I was there for the homework meltdowns, the growing pains, the grocery runs that somehow turned into life talks in the car.
I was there for the ordinary days — the ones that didn’t feel like milestones at the time.
But time moved anyway.
Quietly.
Relentlessly.
Without asking if I was ready.
Motherhood has a way of stretching your heart in two directions at once.
Part of me swells with pride watching my boys grow into who they’re meant to be. Watching them become independent, thoughtful, funny, strong young men.
That part of me feels lucky — deeply lucky — to witness it.
But there’s another part of me that aches a little.

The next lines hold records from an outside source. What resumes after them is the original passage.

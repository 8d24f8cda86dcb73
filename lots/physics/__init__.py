"""Sugar solutions, water, instruments, colour, filling and sap: pure arithmetic, no I/O."""
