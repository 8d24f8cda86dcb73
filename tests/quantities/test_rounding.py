"""Decimals become whole milligrams once, half to even, and shares sum exactly."""

from decimal import Decimal

import pytest
from hypothesis import given
from hypothesis import strategies as st

from lots.quantities import rounding
from lots.quantities.units import UnitError

WEIGHTS = st.lists(st.integers(0, 10**15), min_size=1, max_size=12)
MASSES = st.integers(1, 10**15)


@given(st.integers(0, 10**15), WEIGHTS)
def test_shares_sum_to_the_total(total, weights):
    shares = rounding.share_out(total, weights)
    assert sum(shares) == total
    assert all(share >= 0 for share in shares)


@given(st.integers(0, 10**15), WEIGHTS.filter(any))
def test_each_share_is_within_one_of_its_part(total, weights):
    for share, weight in zip(rounding.share_out(total, weights), weights, strict=True):
        assert abs(share * sum(weights) - total * weight) < sum(weights)
        assert weight or share == 0


@given(WEIGHTS)
def test_emptying_takes_each_to_exactly_zero(weights):
    assert rounding.share_out(sum(weights), weights) == weights


@pytest.mark.parametrize(
    ("total", "weights", "shares"),
    [
        (1, [1, 1], [1, 0]),
        (5, [1, 1, 1], [2, 2, 1]),
        (10, [0, 3, 0], [0, 10, 0]),
        (7, [0, 0], [7, 0]),
        (0, [2, 3], [0, 0]),
        (100, [1, 2], [33, 67]),
    ],
)
def test_largest_remainder_and_ties_by_position(total, weights, shares):
    assert rounding.share_out(total, weights) == shares


@pytest.mark.parametrize(("total", "weights"), [(1, []), (-1, [1]), (1, [2, -1])])
def test_what_cannot_be_shared_is_refused(total, weights):
    with pytest.raises(ValueError, match="share|zero"):
        rounding.share_out(total, weights)


@pytest.mark.parametrize(
    ("value", "places", "text"),
    [
        (0.125, 2, "0.12"),
        (0.375, 2, "0.38"),
        (Decimal("2.5"), 0, "2"),
        (66.845, 2, "66.84"),
        (-0.01, 1, "0.0"),
        (1e-7, 2, "0.00"),
        (1e21, 0, "1000000000000000000000"),
    ],
)
def test_fixed_is_half_even_and_plain(value, places, text):
    assert rounding.fixed(value, places) == text


def test_no_number_is_refused():
    with pytest.raises(ValueError, match="rounded"):
        rounding.fixed(float("nan"), 1)
    with pytest.raises(ValueError, match="rounded"):
        rounding.whole(Decimal("Infinity"))


def test_milligrams_round_half_to_even():
    assert rounding.milligrams(Decimal("0.0000005"), "kg") == 0
    assert rounding.milligrams(Decimal("0.0000015"), "kg") == 2
    assert rounding.milligrams(Decimal(1), "lb") == 453592
    with pytest.raises(UnitError):
        rounding.milligrams(Decimal(1), "L")


def test_a_mass_needs_no_density():
    assert rounding.liquid_milligrams(Decimal(2), "kg", 200.0, 500.0) == 2_000_000


def test_hot_syrup_fills_more_than_it_weighs():
    hot = rounding.liquid_milligrams(Decimal(1), "US gal", 66.9, 85.0)
    cold = rounding.liquid_milligrams(Decimal(1), "US gal", 66.9, 20.0)
    assert 0.965 < hot / cold < 0.975


@pytest.mark.parametrize("brix", ["-0.1", "100.1"])
def test_impossible_solids_are_refused(brix):
    with pytest.raises(ValueError, match="from 0 to 100"):
        rounding.solids_milligrams(1000, Decimal(brix))


@given(MASSES, st.decimals(0, 100, places=4))
def test_brix_comes_back_from_its_solids(mass, brix):
    solids = rounding.solids_milligrams(mass, brix)
    assert 0 <= solids <= mass
    assert abs(rounding.brix_of(mass, solids) - brix) <= Decimal(51) / mass


def test_no_mass_has_no_brix():
    with pytest.raises(ValueError, match="No mass"):
        rounding.brix_of(0, 0)


@given(st.integers(1000, 10**13), st.decimals(0, 80, places=2), st.sampled_from(["L", "US gal"]))
def test_volume_comes_back_from_its_mass(mass, brix, unit):
    volume = rounding.volume_of(mass, brix, unit)
    assert rounding.liquid_milligrams(volume, unit, float(brix)) == mass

Because every new milestone means there’s a version of them I’ll never get back.
The little hands that reached for mine.
The voices that needed me to read just one more story.
The way they used to run to me just because I walked into the room.
Those versions of them didn’t disappear.
They faded slowly, day by day, while I was busy packing lunches, managing schedules, cheering from the sidelines, and just trying to get us all through the week.
I didn’t realize I was living the “one day you’ll miss this” moments while I was in them.
That’s the trick of time.
It doesn’t announce itself when it’s taking something from you.
It just keeps moving forward, quietly collecting memories behind you.
I used to think time was something we managed.
Now I know it’s something we witness.
And maybe that’s the real lesson in all of this —
not to stop time (because we can’t),
but to feel it.
To honor it.
To hold the sweetness and the ache at the same time.
To celebrate who our kids are becoming while still grieving who they used to be.
Because both can exist together.
So here I am — a proud mom, a grateful mom, and yes… a slightly heartbroken mom too.
Because time is a thief.
But it’s also proof that we loved deeply enough for it to matter.
And if I blinked…
it’s only because my eyes were full of memories.